# 15 Month Weimaraner x doberman needs temporary home



## Maryduhig (Apr 17, 2010)

My 15 month old Weimaraner cross doberman needs a home for up to 8 weeks, I have been made homeless and are not able to keep her where I will be staying untill I move into my new home, I am extremely attatched to her and will be devastated if I have to rehome her. She is a friendly, energetic dog that is massively affectionate, she is good with other dogs and cats. Although my financial situation is tight I would be able to provide some money even if it's just to cover food, I am situated in London, please help Mary.


----------



## hawksport (Dec 27, 2009)

Where are you?


----------



## Maryduhig (Apr 17, 2010)

Should of added that, I'm in london


----------



## hawksport (Dec 27, 2009)

Shame i'm all kitted up for a puppy that wont be here for ages yet.


----------



## hawksport (Dec 27, 2009)

Pm'd you but I don't know if new members can recieve them.
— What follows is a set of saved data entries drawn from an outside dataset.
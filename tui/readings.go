package tui

import (
	"cmp"
	"fmt"
	"math"
	"path/filepath"
	"slices"
	"strconv"
	"strings"

	"github.com/charmbracelet/bubbles/key"
	"github.com/charmbracelet/bubbles/table"
	tea "github.com/charmbracelet/bubbletea"
	"github.com/charmbracelet/lipgloss"

	"isofield/survey"
	"isofield/survey/pipeline"
	"isofield/survey/qa"
)

// readingsTable lists every reading with its QA outcome; it can be ordered
// by any column and the selected reading excluded or included.
//
// Speed. Surveys reach 10⁶ readings, so the table never formats them all:
// ordering sorts an index slice with comparisons on the readings' values
// (no text), and the Bubbles table is handed only the rows on screen,
// rebuilt on each move (a few dozen rows of ten cells). The table keeps
// its own selection and scroll position; the Bubbles table draws the
// visible window with the selected row highlighted.
type readingsTable struct {
	keys          KeyMap
	styles        Styles
	table         table.Model
	res           *pipeline.Result
	order         []int   // reading index of each row
	rowOf         []int32 // row of each reading (order's inverse)
	cursor, top   int     // selected row, first row on screen
	sortCol       int
	desc          bool
	stats         readingStats
	width, height int
}

// readingColumns returns the table's column titles.
func readingColumns() []string {
	return []string{"", "source", "line", "id", "x", "y", "original", "corrected", "status", "reason"}
}

func newReadingsTable(keys KeyMap, st Styles) readingsTable {
	t := table.New(table.WithStyles(st.Table), table.WithFocused(true))
	return readingsTable{keys: keys, styles: st, table: t, sortCol: 2}
}

// SetSize sets the outer size; columns share the width.
func (r readingsTable) SetSize(w, h int) readingsTable {
	r.width, r.height = w, h
	r.table.SetRows(nil) // each setter below redraws the rows it holds
	r.table.SetColumns(r.columns())
	r.table.SetWidth(w)
	r.table.SetHeight(max(h-2, 3)) // between the title and the detail line; the header takes one
	return r.moveTo(r.cursor)
}

// visibleRows is the number of rows on screen.
func (r readingsTable) visibleRows() int { return max(r.height-3, 2) }

// Column numbers of readingColumns.
const (
	colMark = iota
	colSource
	colLine
	colID
	colX
	colY
	colOriginal
	colCorrected
	colStatus
	colReason
)

// shown returns the columns on screen: the source only when the readings
// come from more than one file.
func (r readingsTable) shown() []int {
	out := make([]int, 0, colReason+1)
	for c := range colReason + 1 {
		if c != colSource || len(r.stats.names) > 1 {
			out = append(out, c)
		}
	}
	return out
}

// columns sizes the shown columns for the width: each gets the width its
// widest value needs (measured when the result arrived) and the reason
// takes the rest; on a narrow terminal the source, then the id, then the
// reason give way, never the numbers.
func (r readingsTable) columns() []table.Column {
	titles := r.stats.titles()
	shown := r.shown()
	ws := make([]int, len(shown))
	used := 0
	for k, c := range shown {
		ws[k] = max(r.stats.natural[c], len(titles[c]))
		if c == r.sortCol {
			ws[k] = max(ws[k], len(titles[c])+1) // the order arrow
		}
		if c == colMark {
			ws[k] = 1
		}
		used += ws[k]
	}
	room := r.width - len(shown) // each cell has a space on its left
	last := len(shown) - 1
	used -= ws[last]
	for _, c := range []int{colSource, colID} {
		for k := range shown {
			for shown[k] == c && used > room-8 && ws[k] > 6 {
				ws[k]--
				used--
			}
		}
	}
	ws[last] = max(room-used, 4)
	cols := make([]table.Column, len(shown))
	for k, c := range shown {
		t := titles[c]
		if c == r.sortCol {
			t += map[bool]string{false: "↑", true: "↓"}[r.desc]
		}
		cols[k] = table.Column{Title: alignCell(t, c, ws[k]), Width: ws[k]}
	}
	return cols
}

// alignCell right-aligns the numbers of column c in w cells, so that
// their digits line up.
func alignCell(s string, c, w int) string {
	switch c {
	case colLine, colX, colY, colOriginal, colCorrected:
		return strings.Repeat(" ", max(w-lipgloss.Width(s), 0)) + s
	}
	return s
}

// readingStats are what the table needs to know of all the readings of a
// result: file names, the width of each column's widest value, the
// counts, and the ranges and display units of the two value columns.
// newScene finds them once per result, off the UI loop.
type readingStats struct {
	names    []string // base name of each input file
	natural  [colReason + 1]int
	sus, exc int // readings suspect and excluded

	unit               string   // the survey's unit
	origLo, origHi     float64  // range of the values as read
	corrLo, corrHi     float64  // range of the corrected values
	origUnit, corrUnit dispUnit // how the two columns show them
}

// measureReadings scans the readings of res once.
func measureReadings(res *pipeline.Result) readingStats {
	var st readingStats
	st.names = make([]string, len(res.Survey.Files))
	n := &st.natural
	for f, fi := range res.Survey.Files {
		st.names[f] = filepath.Base(fi.Path)
		n[colSource] = max(n[colSource], lipgloss.Width(st.names[f]))
	}
	n[colSource] = min(n[colSource], 20)
	rs := res.Survey.Readings
	xmin, ymin, xmax, ymax := res.Survey.Extent()
	n[colX] = max(len(fixed(xmin)), len(fixed(xmax)))
	n[colY] = max(len(fixed(ymin)), len(fixed(ymax)))
	var corr []float64
	var status []qa.Status
	if res.QA != nil {
		corr, status = res.QA.Corrected, res.QA.Status
	}
	st.origLo, st.origHi, st.corrLo, st.corrHi = math.Inf(1), math.Inf(-1), math.Inf(1), math.Inf(-1)
	line := 0
	for i := range rs {
		r := &rs[i]
		n[colID] = max(n[colID], len(r.ID))
		line = max(line, r.Line0)
		c := at(corr, i, r.V)
		st.origLo, st.origHi = min(st.origLo, r.V), max(st.origHi, r.V)
		st.corrLo, st.corrHi = min(st.corrLo, c), max(st.corrHi, c)
		switch at(status, i, qa.OK) {
		case qa.Suspect:
			st.sus++
		case qa.Excluded:
			st.exc++
		}
	}
	n[colID] = min(n[colID], 16)
	n[colLine] = len(strconv.Itoa(line))
	n[colStatus] = len("excluded")
	st.unit = res.Survey.Unit.String()
	return st.withUnits(displayUnit(st.unit, st.origLo, st.origHi), displayUnit(st.unit, st.corrLo, st.corrHi))
}

// withUnits shows the values as read in orig and the corrected values in
// corr, and sizes the two columns for them (both alike, so that their
// digits line up).
func (st readingStats) withUnits(orig, corr dispUnit) readingStats {
	st.origUnit, st.corrUnit = orig, corr
	w := 5
	if st.origLo <= st.origHi { // some readings
		w = max(len(orig.num(st.origLo)), len(orig.num(st.origHi)), len(corr.num(st.corrLo)), len(corr.num(st.corrHi)), w)
	}
	st.natural[colOriginal], st.natural[colCorrected] = w, w
	return st
}

// titles returns the column titles; the value columns name their units
// when either is not the survey's own.
func (st readingStats) titles() []string {
	t := readingColumns()
	if st.origUnit.name != st.unit || st.corrUnit.name != st.unit {
		t[colOriginal] += " " + st.origUnit.name
		t[colCorrected] += " " + st.corrUnit.name
	}
	return t
}

// SetResult fills the table from res, whose readings st describes
// (measureReadings), keeping the order and the selected reading.
func (r readingsTable) SetResult(res *pipeline.Result, st readingStats) readingsTable {
	sel := r.Selected()
	r.res, r.stats = res, st
	return r.sortKeeping(sel)
}

// sortKeeping orders the rows and selects reading sel (if any) at the
// same height on screen as before, so the eye does not lose it.
func (r readingsTable) sortKeeping(sel int) readingsTable {
	off := r.cursor - r.top
	r = r.sort()
	if sel >= 0 && sel < len(r.rowOf) {
		c := int(r.rowOf[sel])
		r.top = c - off
		return r.moveTo(c)
	}
	return r.moveTo(r.cursor)
}

// Selected returns the selected reading's index, or -1.
func (r readingsTable) Selected() int {
	if r.cursor < 0 || r.cursor >= len(r.order) {
		return -1
	}
	return r.order[r.cursor]
}

// Select moves the selection to reading i.
func (r readingsTable) Select(i int) readingsTable {
	if i >= 0 && i < len(r.rowOf) {
		return r.moveTo(int(r.rowOf[i]))
	}
	return r
}

// moveTo selects row c (clamped), scrolls as little as needed to show it
// and rebuilds the visible rows.
func (r readingsTable) moveTo(c int) readingsTable {
	n, vh := len(r.order), r.visibleRows()
	r.cursor = min(max(c, 0), max(n-1, 0))
	r.top = min(max(r.top, r.cursor-vh+1), r.cursor)
	r.top = max(min(r.top, n-vh), 0)
	return r.window()
}

// window hands the Bubbles table the rows on screen.
func (r readingsTable) window() readingsTable {
	if r.res == nil {
		return r
	}
	end := min(r.top+r.visibleRows(), len(r.order))
	shown, cols := r.shown(), r.table.Columns()
	rows := make([]table.Row, 0, end-r.top)
	for p := r.top; p < end; p++ {
		i := r.order[p]
		row := make(table.Row, len(shown))
		for k, c := range shown {
			row[k] = alignCell(r.cell(i, c), c, cols[k].Width)
		}
		if p == r.cursor {
			row[0] = "▶" // the selection shows without colour too
		}
		rows = append(rows, row)
	}
	r.table.SetRows(rows)
	r.table.SetCursor(r.cursor - r.top)
	return r
}

// cell returns column c of reading i as text.
func (r readingsTable) cell(i, c int) string {
	res := r.res
	rd := res.Survey.Readings[i]
	switch c {
	case 0:
		return ""
	case 1:
		return at(r.stats.names, rd.File, "")
	case 2:
		return strconv.Itoa(rd.Line0)
	case 3:
		return rd.ID
	case 4:
		return fixed(rd.X)
	case 5:
		return fixed(rd.Y)
	case 6:
		return r.stats.origUnit.num(rd.V)
	case 7:
		return r.stats.corrUnit.num(r.corrected(i))
	case 8:
		return r.status(i).String()
	}
	if res.QA != nil && i < len(res.QA.Notes) {
		return strings.Join(res.QA.Notes[i], "; ")
	}
	return ""
}

func (r readingsTable) corrected(i int) float64 {
	if q := r.res.QA; q != nil && i < len(q.Corrected) {
		return q.Corrected[i]
	}
	return r.res.Survey.Readings[i].V
}

func (r readingsTable) status(i int) qa.Status {
	if q := r.res.QA; q != nil && i < len(q.Status) {
		return q.Status[i]
	}
	return qa.OK
}

// rowOrder compares readings by one column, then by index, on their
// values (never their text), so that ordering 10⁶ rows stays fast. It
// holds only what it compares: a pointer receiver keeps each comparison
// from copying the table.
type rowOrder struct {
	rs     []survey.Reading
	names  []string
	corr   []float64
	status []qa.Status
	notes  [][]string
	col    int
	desc   bool
}

func (r readingsTable) rowOrder() *rowOrder {
	o := &rowOrder{rs: r.res.Survey.Readings, names: r.stats.names, col: r.sortCol, desc: r.desc}
	if q := r.res.QA; q != nil {
		o.corr, o.status, o.notes = q.Corrected, q.Status, q.Notes
	}
	return o
}

func (o *rowOrder) compare(a, b int) int {
	rs := o.rs
	var c int
	switch o.col {
	case colSource:
		c = strings.Compare(o.name(a), o.name(b))*2 + cmp.Compare(rs[a].Line0, rs[b].Line0)
	case colLine:
		c = cmp.Compare(rs[a].File, rs[b].File)*2 + cmp.Compare(rs[a].Line0, rs[b].Line0)
	case colID:
		c = strings.Compare(rs[a].ID, rs[b].ID)
	case colX:
		c = cmp.Compare(rs[a].X, rs[b].X)
	case colY:
		c = cmp.Compare(rs[a].Y, rs[b].Y)
	case colOriginal:
		c = cmp.Compare(rs[a].V, rs[b].V)
	case colCorrected:
		c = cmp.Compare(at(o.corr, a, rs[a].V), at(o.corr, b, rs[b].V))
	case colStatus:
		c = cmp.Compare(at(o.status, a, qa.OK), at(o.status, b, qa.OK))
	default:
		c = slices.Compare(at(o.notes, a, nil), at(o.notes, b, nil))
	}
	if c == 0 {
		return cmp.Compare(a, b)
	}
	if o.desc {
		return -c
	}
	return c
}

func (o *rowOrder) name(i int) string { return at(o.names, o.rs[i].File, "") }

// at returns s[i], or def when i is out of range.
func at[T any](s []T, i int, def T) T {
	if i >= 0 && i < len(s) {
		return s[i]
	}
	return def
}

// sort orders the rows by the sort column (readings already in order, as
// they come from the files, cost one pass); the caller moves the
// selection.
func (r readingsTable) sort() readingsTable {
	if r.res == nil {
		return r
	}
	n := len(r.res.Survey.Readings)
	r.order = make([]int, n)
	for i := range r.order {
		r.order[i] = i
	}
	o := r.rowOrder()
	if !slices.IsSortedFunc(r.order, o.compare) {
		slices.SortFunc(r.order, o.compare)
	}
	r.rowOf = make([]int32, n)
	for p, i := range r.order {
		r.rowOf[i] = int32(p)
	}
	r.table.SetRows(nil)
	r.table.SetColumns(r.columns())
	return r
}

// Update handles ordering and navigation; exclusion is the root's.
func (r readingsTable) Update(msg tea.Msg) (readingsTable, tea.Cmd) {
	km, ok := msg.(tea.KeyMsg)
	if !ok {
		return r, nil
	}
	k, sel, page := r.keys, r.Selected(), r.visibleRows()
	switch {
	case key.Matches(km, k.Order):
		r.sortCol = r.nextSortColumn()
		return r.sortKeeping(sel), nil
	case key.Matches(km, k.Reverse):
		r.desc = !r.desc
		return r.sortKeeping(sel), nil
	case key.Matches(km, k.Up):
		return r.moveTo(r.cursor - 1), nil
	case key.Matches(km, k.Down):
		return r.moveTo(r.cursor + 1), nil
	case key.Matches(km, k.PageUp):
		r.top = max(r.top-page, 0)
		return r.moveTo(r.cursor - page), nil
	case key.Matches(km, k.PageDown):
		r.top += page
		return r.moveTo(r.cursor + page), nil
	case key.Matches(km, k.Top):
		return r.moveTo(0), nil
	case key.Matches(km, k.Bottom):
		return r.moveTo(len(r.order) - 1), nil
	}
	return r, nil
}

// nextSortColumn returns the shown column after the sort column (the
// marker column excepted).
func (r readingsTable) nextSortColumn() int {
	c := r.sortCol
	for {
		c = c%colReason + 1
		if c != colSource || len(r.stats.names) > 1 {
			return c
		}
	}
}

// View draws the table under a title line with the counts, the order and
// the position.
func (r readingsTable) View() string {
	st := r.styles
	n := len(r.order)
	dir := map[bool]string{false: "ascending", true: "descending"}[r.desc]
	title := st.PanelTitle.Render("Readings") + st.Label.Render(fmt.Sprintf("  %d, %d suspect, %d excluded · by %s, %s · row %d of %d",
		n, r.stats.sus, r.stats.exc, readingColumns()[r.sortCol], dir, min(r.cursor+1, n), n))
	return truncate(title, r.width) + "\n" + r.table.View() + "\n" + r.detail()
}

// detail is the line under the table: the selected reading's whole QA
// note, which the reason column may cut.
func (r readingsTable) detail() string {
	i := r.Selected()
	if i < 0 {
		return ""
	}
	note := r.cell(i, colReason)
	if note == "" {
		note = "no QA note"
	}
	rd := r.res.Survey.Readings[i]
	return truncate(r.styles.Label.Render(fmt.Sprintf("%s (line %d): %s", rd.ID, rd.Line0, note)), r.width)
}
Did you get it?


----------



## Guest (Apr 17, 2010)

I'm in Chichester which will be a hour and a half drive roughly, if you could arrange transport or meet half way I would more than happily look after your dog. I'm a dog walker/boarder and have various dogs come to stay with me. I have a couch potato greyhound and a terrier. It is probably too far for you, but worth a shot x


----------